Task instructions » Once you reach the line that holds "options to change." in the listing below, output it and every line after it through the line that holds "if (overwrite) return;", word for word.

_ _ _

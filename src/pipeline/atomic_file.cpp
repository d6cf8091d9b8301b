#include "pipeline/atomic_file.hpp"

#include <filesystem>
#include <fstream>
#include <system_error>

#include "core/base/error.hpp"
#include "raster/output_raster.hpp"

namespace habcast {

void write_file_atomically(const std::string& path, const std::string& content) {
  const std::string temporary = temporary_path_for(path);
  {
    std::ofstream out(temporary, std::ios::binary | std::ios::trunc);
    if (!out) throw IoError(path + ": cannot create " + temporary + "; check that the folder exists and is writable");
    out << content;
    out.flush();
    if (!out) {
      std::error_code ignored;
      std::filesystem::remove(temporary, ignored);
      throw IoError(path + ": writing failed (disk full?)");
    }
  }
  std::error_code ec;
  std::filesystem::rename(temporary, path, ec);
  if (ec) {
    std::error_code ignored;
    std::filesystem::remove(temporary, ignored);
    throw IoError(path + ": cannot rename the finished file into place: " + ec.message());
  }
}

void write_whole_file(const std::string& path, const std::string& content, const std::string& final_path) {
  const std::string& shown = final_path.empty() ? path : final_path;
  std::ofstream out(path, std::ios::binary | std::ios::trunc);
  if (!out) throw IoError(shown + ": cannot create " + path + "; check that the folder exists and is writable");
  out << content;
  out.flush();
  if (!out) throw IoError(shown + ": writing failed (disk full?); the earlier outputs are unchanged");
}

}  // namespace habcast
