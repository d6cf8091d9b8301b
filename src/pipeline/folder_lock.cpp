#include "pipeline/folder_lock.hpp"

#include <fcntl.h>
#include <sys/file.h>
#include <sys/stat.h>
#include <unistd.h>

#include <algorithm>
#include <cerrno>
#include <cstring>
#include <filesystem>
#include <fstream>
#include <map>
#include <mutex>
#include <sstream>

#include "core/base/error.hpp"
#include "core/base/utc_time.hpp"
#include "pipeline/run_files.hpp"
#include "raster/output_raster.hpp"

namespace habcast {

namespace {

namespace fs = std::filesystem;

struct Held {
  int fd = -1;
  int count = 0;
  bool exclusive = false;
  std::string lock_path;
};

std::mutex g_mutex;
std::map<std::string, Held>& registry() {
  static std::map<std::string, Held> held;
  return held;
}

std::string first_line(const std::string& path) {
  std::ifstream in(path);
  std::string line;
  std::getline(in, line);
  return line;
}

/// Filesystems without advisory locks (some network and parallel filesystems) say so with
/// these; a run there goes ahead unlocked rather than not at all.
bool locks_unsupported(int error) { return error == ENOLCK || error == EINVAL || error == EOPNOTSUPP || error == ENOSYS; }

}  // namespace

std::string process_identity() {
  static const std::string identity = [] {
    char host[256] = {};
    gethostname(host, sizeof host - 1);
    std::string boot = first_line("/proc/sys/kernel/random/boot_id");
    if (boot.empty()) boot = "unknown";
    // Field 22 of /proc/self/stat: the start time in clock ticks since boot. With the boot id it
    // names this process uniquely, even after its pid is reused.
    std::string ticks = "unknown";
    const std::string stat = first_line("/proc/self/stat");
    if (const auto close = stat.rfind(')'); close != std::string::npos) {
      std::istringstream fields(stat.substr(close + 2));
      std::string field;
      for (int i = 3; i <= 22 && fields >> field; ++i)
        if (i == 22) ticks = field;
    }
    return std::string("host ") + host + ", boot " + boot + ", pid " + std::to_string(getpid()) + " (start tick " +
           ticks + "), started " + utc_now();
  }();
  return identity;
}

FolderLock::FolderLock(const std::string& folder, Mode mode) : key_(real_path(folder)) {
  std::lock_guard guard(g_mutex);
  auto& held = registry();
  if (auto it = held.find(key_); it != held.end()) {
    ++it->second.count;
    held_ = true;
    return;
  }
  const std::string lock_path = (fs::path(key_) / kLockFileName).string();
  const int operation = (mode == Mode::exclusive ? LOCK_EX : LOCK_SH) | LOCK_NB;
  for (int attempt = 0; attempt < 100; ++attempt) {
    const int fd = open(lock_path.c_str(), O_RDWR | O_CREAT | O_CLOEXEC, 0644);
    if (fd < 0)
      throw IoError(folder + ": cannot create the lock file " + lock_path + " (" + std::strerror(errno) +
                    "); check that the folder is writable");
    if (flock(fd, operation) != 0) {
      const int error = errno;
      close(fd);
      if (locks_unsupported(error)) return;  // unlocked: held_ stays false
      if (error == EWOULDBLOCK) {
        const std::string holder = first_line(lock_path);
        throw UsageError(folder + " is in use by another habcast run" +
                         (holder.empty() ? std::string() : " (" + holder + ")") +
                         "; wait for it to finish, or write to another folder. The lock ends with its process, "
                         "so it is never stale");
      }
      throw IoError(folder + ": cannot lock " + lock_path + " (" + std::strerror(error) + ")");
    }
    // The previous holder removes the file as it leaves; if we locked a file that is no longer
    // (or no longer the one) at that name, our lock guards nothing: try again.
    struct stat by_fd {}, by_name {};
    if (fstat(fd, &by_fd) == 0 && stat(lock_path.c_str(), &by_name) == 0 && by_fd.st_dev == by_name.st_dev &&
        by_fd.st_ino == by_name.st_ino) {
      if (mode == Mode::exclusive) {
        const std::string text = process_identity() + "\n";
        if (ftruncate(fd, 0) == 0 && pwrite(fd, text.data(), text.size(), 0) < 0) {
          // The holder's description is a courtesy for the message above; the lock stands without it.
        }
      }
      held.emplace(key_, Held{fd, 1, mode == Mode::exclusive, lock_path});
      held_ = true;
      return;
    }
    close(fd);
  }
  throw IoError(folder + ": the lock file " + lock_path + " keeps being replaced; is another program deleting it?");
}

FolderLock::~FolderLock() {
  if (!held_) return;
  std::lock_guard guard(g_mutex);
  auto& held = registry();
  const auto it = held.find(key_);
  if (it == held.end() || --it->second.count > 0) return;
  // Removed while still locked (a shared holder only when it is the last one), so the folder is
  // left as it was found; a run that opened the old file notices the swap and retries.
  if (it->second.exclusive || flock(it->second.fd, LOCK_EX | LOCK_NB) == 0) unlink(it->second.lock_path.c_str());
  close(it->second.fd);
  held.erase(it);
}

OutputFolders::OutputFolders(const std::vector<std::string>& files) {
  std::map<std::string, std::vector<std::string>> by_folder;
  for (const std::string& file : files) {
    if (file.empty()) continue;
    const fs::path parent = fs::path(file).parent_path();
    by_folder[parent.empty() ? std::string(".") : parent.string()].push_back(fs::path(file).filename().string());
  }
  std::vector<std::string> seen;
  for (const auto& [folder, names] : by_folder) {
    std::error_code ec;
    if (!fs::is_directory(folder, ec)) continue;
    const std::string key = real_path(folder);
    if (std::find(seen.begin(), seen.end(), key) != seen.end()) continue;
    seen.push_back(key);
    locks_.push_back(std::make_unique<FolderLock>(folder));
    if (locks_.back()->held()) remove_stale_partials(folder, names);
  }
}

}  // namespace habcast
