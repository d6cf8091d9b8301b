#include "pipeline/run_files.hpp"

#include <sys/stat.h>

#include <filesystem>
#include <system_error>

#include "core/base/error.hpp"

namespace habcast {

namespace fs = std::filesystem;

std::string real_path(const std::string& path) {
  std::error_code ec;
  const fs::path absolute = fs::absolute(path, ec);
  if (ec) return fs::path(path).lexically_normal().string();
  // weakly_canonical follows every link of the part that exists, the last component included,
  // so an output that is a link onto an input resolves to that input.
  const fs::path resolved = fs::weakly_canonical(absolute, ec);
  return ec ? absolute.lexically_normal().string() : resolved.string();
}

namespace {

/// A path resolved once: its real path and, when it exists, its device and inode (so hard links
/// to one file are recognised too).
struct Resolved {
  std::string real;
  bool exists = false;
  dev_t device = 0;
  ino_t inode = 0;
};

Resolved resolve(const std::string& path) {
  Resolved r{real_path(path)};
  struct stat info {};
  if (stat(r.real.c_str(), &info) == 0) {
    r.exists = true;
    r.device = info.st_dev;
    r.inode = info.st_ino;
  }
  return r;
}

bool same_file(const Resolved& a, const Resolved& b) {
  return a.real == b.real || (a.exists && b.exists && a.device == b.device && a.inode == b.inode);
}

std::string shown(const std::string& role, const std::string& path, const Resolved& r) {
  return role + " (" + path + (r.real != fs::absolute(path).lexically_normal().string() ? ", which is " + r.real : "") + ")";
}

}  // namespace

void RunFiles::input(const std::string& role, const std::string& path) {
  if (!path.empty()) inputs_.push_back({role, path});
}

void RunFiles::output(const std::string& role, const std::string& path) {
  if (!path.empty()) outputs_.push_back({role, path});
}

void RunFiles::check() const {
  std::vector<Resolved> in, out;
  for (const Entry& e : inputs_) in.push_back(resolve(e.path));
  for (const Entry& e : outputs_) out.push_back(resolve(e.path));
  for (std::size_t i = 0; i < outputs_.size(); ++i) {
    for (std::size_t k = 0; k < inputs_.size(); ++k) {
      if (same_file(out[i], in[k]))
        throw UsageError("the output " + shown(outputs_[i].role, outputs_[i].path, out[i]) + " is the input " +
                         shown(inputs_[k].role, inputs_[k].path, in[k]) +
                         ": writing it would destroy the input. Choose another output name or folder; no option "
                         "allows this");
    }
    for (std::size_t j = 0; j < i; ++j) {
      if (same_file(out[i], out[j]))
        throw UsageError("two outputs of this run are one file: " + shown(outputs_[j].role, outputs_[j].path, out[j]) +
                         " and " + shown(outputs_[i].role, outputs_[i].path, out[i]) + ". Give them different names");
    }
  }
}

}  // namespace habcast
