#pragma once
// Refuses runs that could not finish sensibly, before any output exists: a raster whose header
// claims an absurd size, or windows x threads that would need more working memory than allowed.
// The limits are documented in docs/limits.md.
#include <cstdint>
#include <string>

#include "raster/raster_grid.hpp"

namespace habcast {

/// Largest raster accepted: 2^40 pixels (a 1,048,576 x 1,048,576 grid).
constexpr std::int64_t kMaxRasterPixels = std::int64_t{1} << 40;

/// Throws InputError naming `path` when the grid has more than kMaxRasterPixels pixels.
void check_raster_size(const std::string& path, const RasterGrid& grid);

/// Bytes of working memory a predict run holds at once, excluding GDAL's block cache: per thread
/// its window of covariate values and a chunk's design matrices, plus the finished windows
/// waiting to be written in order (two per thread).
std::int64_t predict_working_memory(std::int64_t window_pixels, std::int64_t covariates, std::int64_t terms,
                                    int threads);

/// Throws UsageError when predict_working_memory exceeds `limit_bytes`, saying which options to change.
void check_working_memory(std::int64_t window_pixels, std::int64_t covariates, std::int64_t terms, int threads,
                          std::int64_t limit_bytes);

}  // namespace habcast
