#include "pipeline/output_guard.hpp"

#include <filesystem>

#include "core/base/error.hpp"

namespace habcast {

void refuse_to_clobber(const std::vector<std::string>& paths, bool overwrite, const std::string& other_way) {
  if (overwrite) return;
  for (const std::string& path : paths)
    if (!path.empty() && std::filesystem::exists(path))
      throw UsageError(path + " already exists; pass --overwrite to replace it" + other_way);
}

}  // namespace habcast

_ _ _

Task output »
/// Throws UsageError when predict_working_memory exceeds `limit_bytes`, saying which options to change.
void check_working_memory(std::int64_t window_pixels, std::int64_t covariates, std::int64_t terms, int threads,
                          std::int64_t limit_bytes);

}  // namespace habcast
#include "pipeline/output_guard.hpp"

#include <filesystem>

#include "core/base/error.hpp"

namespace habcast {

void refuse_to_clobber(const std::vector<std::string>& paths, bool overwrite, const std::string& other_way) {
  if (overwrite) return;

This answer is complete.